::: Given information :::

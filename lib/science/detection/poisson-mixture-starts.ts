import type { CountTally } from "@/lib/science/detection/count-tally";
import type { MixtureParameters } from "@/lib/science/detection/poisson-mixture-likelihood";

/** Shares of the shots taken as dark in the starts that split by rank. */
const SPLIT_SHARES = [0.02, 0.1, 0.5, 0.9, 0.98];
/** Bright shares of the starts that split the excess variance. */
const MOMENT_WEIGHTS = [0.1, 0.5, 0.9];

/**
 * Returns starting points for the mixture's maximum likelihood: the shots split at their mean and at ranks, and rates
 * set apart by the variance that one Poisson law does not explain, var − mean = w(1 − w)(bright − dark)².
 */
export function mixtureStarts(tally: CountTally): MixtureParameters[] {
  const starts = [splitAt(tally, tally.mean)];
  for (const share of SPLIT_SHARES) starts.push(splitAt(tally, countAtShare(tally, share)));
  for (const weight of MOMENT_WEIGHTS) starts.push(setApart(tally, weight));
  return starts.filter((start) => start !== null);
}

/** Returns the means of the counts up to `cut` and above it; null when all lie on one side. */
function splitAt(tally: CountTally, cut: number): MixtureParameters | null {
  let darkShots = 0;
  let darkSum = 0;
  for (let e = 0; e < tally.counts.length && tally.counts[e] <= cut; e++) {
    darkShots += tally.frequencies[e];
    darkSum += tally.frequencies[e] * tally.counts[e];
  }
  const brightShots = tally.shots - darkShots;
  if (darkShots === 0 || brightShots === 0) return null;
  // A dark rate of exactly 0 is a trap for EM: it never leaves it.
  const dark = Math.max(darkSum / darkShots, 0.01 * tally.mean);
  const bright = (tally.mean * tally.shots - darkSum) / brightShots;
  return { dark, bright, brightWeight: brightShots / tally.shots };
}

function countAtShare(tally: CountTally, share: number): number {
  let below = 0;
  for (let e = 0; e < tally.counts.length; e++) {
    below += tally.frequencies[e];
    if (below >= share * tally.shots) return tally.counts[e];
  }
  return tally.mean;
}

function setApart(tally: CountTally, weight: number): MixtureParameters | null {
  const excess = tally.variance - tally.mean;
  if (excess <= 0) return null;
  const apart = Math.sqrt(excess / (weight * (1 - weight)));
  const dark = Math.max(tally.mean - weight * apart, 0.01 * tally.mean);
  return { dark, bright: tally.mean + (1 - weight) * apart, brightWeight: weight };
}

:::

* What you will do
All lines in the records that contain "below" are to be copied and returned.

* Completed exercise
  let below = 0;
    below += tally.frequencies[e];
    if (below >= share * tally.shots) return tally.counts[e];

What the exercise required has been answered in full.